• **What this task involves**
Using the listing below, work out how many lines contain the word "WorkFilter", and respond with that number alone.

• **Source records**
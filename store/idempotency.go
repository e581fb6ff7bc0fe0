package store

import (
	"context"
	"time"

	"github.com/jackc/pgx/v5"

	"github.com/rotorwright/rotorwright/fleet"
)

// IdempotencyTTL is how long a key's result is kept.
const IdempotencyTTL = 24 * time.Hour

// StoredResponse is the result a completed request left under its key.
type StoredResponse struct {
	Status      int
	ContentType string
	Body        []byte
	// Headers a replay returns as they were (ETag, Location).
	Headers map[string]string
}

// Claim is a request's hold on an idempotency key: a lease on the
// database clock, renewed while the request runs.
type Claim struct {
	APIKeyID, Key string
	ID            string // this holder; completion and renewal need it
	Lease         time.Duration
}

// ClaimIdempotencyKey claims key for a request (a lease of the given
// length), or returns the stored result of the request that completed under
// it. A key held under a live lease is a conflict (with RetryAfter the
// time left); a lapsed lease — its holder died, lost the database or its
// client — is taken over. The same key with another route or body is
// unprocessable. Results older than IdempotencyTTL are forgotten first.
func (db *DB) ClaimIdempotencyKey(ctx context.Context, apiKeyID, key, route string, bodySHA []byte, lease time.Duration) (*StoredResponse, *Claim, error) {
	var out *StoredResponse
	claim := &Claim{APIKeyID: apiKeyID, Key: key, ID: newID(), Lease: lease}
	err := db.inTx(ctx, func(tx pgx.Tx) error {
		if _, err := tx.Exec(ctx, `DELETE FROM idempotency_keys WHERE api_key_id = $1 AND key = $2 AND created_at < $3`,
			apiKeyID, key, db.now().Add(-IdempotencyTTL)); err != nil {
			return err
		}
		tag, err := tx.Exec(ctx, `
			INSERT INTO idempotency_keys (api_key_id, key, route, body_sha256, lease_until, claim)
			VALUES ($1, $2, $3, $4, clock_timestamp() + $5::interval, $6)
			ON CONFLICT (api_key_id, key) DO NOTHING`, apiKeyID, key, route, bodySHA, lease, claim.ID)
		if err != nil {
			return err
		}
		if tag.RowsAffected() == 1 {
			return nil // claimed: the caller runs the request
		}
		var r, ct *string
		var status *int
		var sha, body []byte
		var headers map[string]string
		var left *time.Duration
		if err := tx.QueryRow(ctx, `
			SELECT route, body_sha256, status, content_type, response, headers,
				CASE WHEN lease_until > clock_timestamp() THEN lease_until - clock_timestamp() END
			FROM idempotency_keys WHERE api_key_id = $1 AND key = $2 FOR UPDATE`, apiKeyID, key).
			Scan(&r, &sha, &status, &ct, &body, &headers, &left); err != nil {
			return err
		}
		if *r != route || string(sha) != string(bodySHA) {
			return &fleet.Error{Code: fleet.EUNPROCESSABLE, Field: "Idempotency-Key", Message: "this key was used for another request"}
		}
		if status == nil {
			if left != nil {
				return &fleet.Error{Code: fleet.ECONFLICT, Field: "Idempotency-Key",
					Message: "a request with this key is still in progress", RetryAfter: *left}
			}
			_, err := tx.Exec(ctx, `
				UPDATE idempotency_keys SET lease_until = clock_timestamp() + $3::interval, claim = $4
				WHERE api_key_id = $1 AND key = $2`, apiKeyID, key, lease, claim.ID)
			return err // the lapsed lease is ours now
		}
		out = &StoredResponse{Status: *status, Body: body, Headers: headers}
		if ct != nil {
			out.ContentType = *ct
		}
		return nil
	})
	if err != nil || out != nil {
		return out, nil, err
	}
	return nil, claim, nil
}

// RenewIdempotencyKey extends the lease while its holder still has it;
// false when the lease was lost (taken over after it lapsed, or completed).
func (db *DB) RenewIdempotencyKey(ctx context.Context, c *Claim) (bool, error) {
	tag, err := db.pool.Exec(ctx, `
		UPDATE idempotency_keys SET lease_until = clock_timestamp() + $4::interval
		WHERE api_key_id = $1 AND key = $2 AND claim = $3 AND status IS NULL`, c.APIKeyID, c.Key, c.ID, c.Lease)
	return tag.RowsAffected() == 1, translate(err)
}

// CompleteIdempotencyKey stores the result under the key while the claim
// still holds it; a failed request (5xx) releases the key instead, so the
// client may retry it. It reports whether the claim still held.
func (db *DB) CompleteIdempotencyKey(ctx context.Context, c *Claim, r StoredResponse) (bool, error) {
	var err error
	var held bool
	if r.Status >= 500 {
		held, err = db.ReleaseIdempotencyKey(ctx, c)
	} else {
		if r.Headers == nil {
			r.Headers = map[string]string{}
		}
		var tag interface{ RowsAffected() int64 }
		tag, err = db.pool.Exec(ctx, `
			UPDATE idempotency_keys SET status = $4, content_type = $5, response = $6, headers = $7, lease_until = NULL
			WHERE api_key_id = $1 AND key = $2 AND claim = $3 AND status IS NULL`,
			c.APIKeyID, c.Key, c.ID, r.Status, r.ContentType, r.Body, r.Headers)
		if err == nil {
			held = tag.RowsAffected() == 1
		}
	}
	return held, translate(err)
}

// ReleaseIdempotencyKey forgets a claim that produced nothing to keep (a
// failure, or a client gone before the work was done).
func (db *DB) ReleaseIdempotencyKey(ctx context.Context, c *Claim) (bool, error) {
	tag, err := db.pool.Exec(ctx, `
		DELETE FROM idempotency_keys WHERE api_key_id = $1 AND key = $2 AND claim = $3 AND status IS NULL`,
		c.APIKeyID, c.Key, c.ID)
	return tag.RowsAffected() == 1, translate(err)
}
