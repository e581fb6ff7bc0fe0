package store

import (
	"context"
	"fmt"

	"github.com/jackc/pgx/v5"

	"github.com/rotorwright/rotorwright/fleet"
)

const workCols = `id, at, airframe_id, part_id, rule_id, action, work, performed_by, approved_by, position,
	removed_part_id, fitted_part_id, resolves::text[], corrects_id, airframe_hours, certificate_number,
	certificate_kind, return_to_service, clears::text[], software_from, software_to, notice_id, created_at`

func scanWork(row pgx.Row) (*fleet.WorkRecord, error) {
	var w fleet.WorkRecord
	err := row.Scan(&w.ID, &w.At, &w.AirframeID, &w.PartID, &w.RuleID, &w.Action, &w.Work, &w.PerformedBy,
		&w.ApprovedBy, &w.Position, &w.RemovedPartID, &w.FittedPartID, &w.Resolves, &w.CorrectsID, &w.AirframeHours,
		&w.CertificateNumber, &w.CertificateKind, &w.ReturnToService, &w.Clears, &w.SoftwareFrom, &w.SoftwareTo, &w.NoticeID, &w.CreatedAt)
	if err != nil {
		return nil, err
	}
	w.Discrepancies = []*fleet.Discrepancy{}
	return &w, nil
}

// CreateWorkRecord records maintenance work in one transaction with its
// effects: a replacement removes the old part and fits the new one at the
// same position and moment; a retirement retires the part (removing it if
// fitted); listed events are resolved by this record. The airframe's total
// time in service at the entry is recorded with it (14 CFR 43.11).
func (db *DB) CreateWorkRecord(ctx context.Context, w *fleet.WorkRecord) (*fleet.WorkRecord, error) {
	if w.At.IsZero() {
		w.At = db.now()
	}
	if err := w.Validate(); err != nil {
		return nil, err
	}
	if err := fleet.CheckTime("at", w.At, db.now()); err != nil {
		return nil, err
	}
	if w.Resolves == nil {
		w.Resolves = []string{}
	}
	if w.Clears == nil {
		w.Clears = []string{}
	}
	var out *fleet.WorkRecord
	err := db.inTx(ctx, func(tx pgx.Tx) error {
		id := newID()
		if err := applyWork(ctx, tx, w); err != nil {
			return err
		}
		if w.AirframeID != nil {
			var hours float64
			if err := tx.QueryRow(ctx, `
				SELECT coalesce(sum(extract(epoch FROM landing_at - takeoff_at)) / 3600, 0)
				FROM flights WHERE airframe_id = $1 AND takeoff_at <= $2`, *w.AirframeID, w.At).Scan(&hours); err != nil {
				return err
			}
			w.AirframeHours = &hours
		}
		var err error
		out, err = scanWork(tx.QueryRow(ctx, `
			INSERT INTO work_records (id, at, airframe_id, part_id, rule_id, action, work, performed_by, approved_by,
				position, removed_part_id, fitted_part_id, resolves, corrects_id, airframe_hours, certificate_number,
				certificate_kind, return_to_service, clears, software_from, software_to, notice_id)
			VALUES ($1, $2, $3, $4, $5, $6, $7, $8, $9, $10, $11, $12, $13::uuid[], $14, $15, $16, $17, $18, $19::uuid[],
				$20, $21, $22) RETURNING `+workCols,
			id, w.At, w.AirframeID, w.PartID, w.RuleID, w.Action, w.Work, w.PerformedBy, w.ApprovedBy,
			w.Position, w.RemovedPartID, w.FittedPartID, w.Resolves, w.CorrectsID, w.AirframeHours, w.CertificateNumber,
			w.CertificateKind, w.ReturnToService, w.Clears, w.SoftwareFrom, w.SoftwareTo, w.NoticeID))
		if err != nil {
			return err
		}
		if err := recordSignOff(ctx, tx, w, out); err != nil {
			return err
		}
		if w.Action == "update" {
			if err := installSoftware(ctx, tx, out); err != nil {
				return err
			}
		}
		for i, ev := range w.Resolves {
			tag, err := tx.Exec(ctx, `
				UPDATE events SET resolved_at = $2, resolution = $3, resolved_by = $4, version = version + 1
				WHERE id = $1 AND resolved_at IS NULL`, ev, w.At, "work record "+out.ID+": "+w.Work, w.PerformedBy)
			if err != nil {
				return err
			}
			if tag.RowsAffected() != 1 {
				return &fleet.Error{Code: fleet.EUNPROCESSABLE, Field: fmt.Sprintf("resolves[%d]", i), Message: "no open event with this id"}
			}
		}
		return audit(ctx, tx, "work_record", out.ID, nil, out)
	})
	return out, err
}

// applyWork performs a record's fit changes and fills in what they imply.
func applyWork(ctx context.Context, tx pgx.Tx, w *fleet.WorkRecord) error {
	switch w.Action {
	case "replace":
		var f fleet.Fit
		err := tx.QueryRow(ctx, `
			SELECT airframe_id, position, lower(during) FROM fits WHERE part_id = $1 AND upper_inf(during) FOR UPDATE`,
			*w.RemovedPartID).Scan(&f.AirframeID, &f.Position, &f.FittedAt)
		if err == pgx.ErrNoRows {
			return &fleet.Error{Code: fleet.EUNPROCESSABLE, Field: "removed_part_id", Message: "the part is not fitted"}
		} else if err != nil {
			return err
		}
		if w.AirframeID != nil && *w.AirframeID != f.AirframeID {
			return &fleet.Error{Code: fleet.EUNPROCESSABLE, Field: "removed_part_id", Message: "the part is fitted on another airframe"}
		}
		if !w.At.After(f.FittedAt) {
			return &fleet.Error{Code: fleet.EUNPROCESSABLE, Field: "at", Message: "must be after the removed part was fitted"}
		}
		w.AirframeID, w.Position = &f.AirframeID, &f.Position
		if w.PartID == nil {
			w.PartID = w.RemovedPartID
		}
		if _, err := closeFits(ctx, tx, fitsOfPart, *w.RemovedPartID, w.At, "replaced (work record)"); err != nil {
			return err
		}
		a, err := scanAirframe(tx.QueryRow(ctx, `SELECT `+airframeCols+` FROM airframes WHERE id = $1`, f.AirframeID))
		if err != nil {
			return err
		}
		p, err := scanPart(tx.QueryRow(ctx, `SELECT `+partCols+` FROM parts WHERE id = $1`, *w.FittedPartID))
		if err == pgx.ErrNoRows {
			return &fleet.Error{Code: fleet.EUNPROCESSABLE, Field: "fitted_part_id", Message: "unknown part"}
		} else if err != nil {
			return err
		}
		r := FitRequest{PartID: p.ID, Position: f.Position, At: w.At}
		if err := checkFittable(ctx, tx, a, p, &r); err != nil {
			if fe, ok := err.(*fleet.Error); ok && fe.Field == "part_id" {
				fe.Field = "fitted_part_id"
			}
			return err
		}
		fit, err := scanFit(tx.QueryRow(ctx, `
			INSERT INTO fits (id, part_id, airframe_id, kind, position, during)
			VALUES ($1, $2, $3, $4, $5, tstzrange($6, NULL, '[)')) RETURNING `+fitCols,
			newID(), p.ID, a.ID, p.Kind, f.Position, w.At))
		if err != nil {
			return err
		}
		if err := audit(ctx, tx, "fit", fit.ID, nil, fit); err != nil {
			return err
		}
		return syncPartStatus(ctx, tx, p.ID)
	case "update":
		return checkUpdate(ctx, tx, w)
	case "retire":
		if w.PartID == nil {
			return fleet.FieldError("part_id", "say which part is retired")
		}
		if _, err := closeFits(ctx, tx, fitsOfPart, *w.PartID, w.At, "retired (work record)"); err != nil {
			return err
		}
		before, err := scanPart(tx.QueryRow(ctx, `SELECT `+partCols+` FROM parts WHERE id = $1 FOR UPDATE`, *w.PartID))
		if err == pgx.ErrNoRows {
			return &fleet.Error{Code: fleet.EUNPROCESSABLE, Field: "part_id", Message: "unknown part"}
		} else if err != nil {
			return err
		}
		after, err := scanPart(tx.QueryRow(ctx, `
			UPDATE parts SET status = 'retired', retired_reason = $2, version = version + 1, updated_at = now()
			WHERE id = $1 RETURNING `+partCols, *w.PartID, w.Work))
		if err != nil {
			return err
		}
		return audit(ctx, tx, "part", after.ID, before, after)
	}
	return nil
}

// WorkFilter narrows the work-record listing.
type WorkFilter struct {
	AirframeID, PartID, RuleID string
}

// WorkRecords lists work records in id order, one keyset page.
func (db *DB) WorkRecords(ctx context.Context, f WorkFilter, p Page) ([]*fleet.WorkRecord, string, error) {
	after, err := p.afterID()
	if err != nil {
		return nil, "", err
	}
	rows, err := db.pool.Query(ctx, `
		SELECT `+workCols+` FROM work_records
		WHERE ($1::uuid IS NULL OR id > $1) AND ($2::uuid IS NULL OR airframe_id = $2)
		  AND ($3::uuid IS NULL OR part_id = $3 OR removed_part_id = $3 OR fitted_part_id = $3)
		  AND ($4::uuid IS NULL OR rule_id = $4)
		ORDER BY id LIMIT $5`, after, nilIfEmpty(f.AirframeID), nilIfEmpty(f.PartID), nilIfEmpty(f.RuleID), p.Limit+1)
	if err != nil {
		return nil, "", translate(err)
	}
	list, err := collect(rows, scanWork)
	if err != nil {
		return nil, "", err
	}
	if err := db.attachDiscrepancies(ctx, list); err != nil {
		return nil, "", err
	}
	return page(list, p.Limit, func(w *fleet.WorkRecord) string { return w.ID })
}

• **Response to this exercise**
3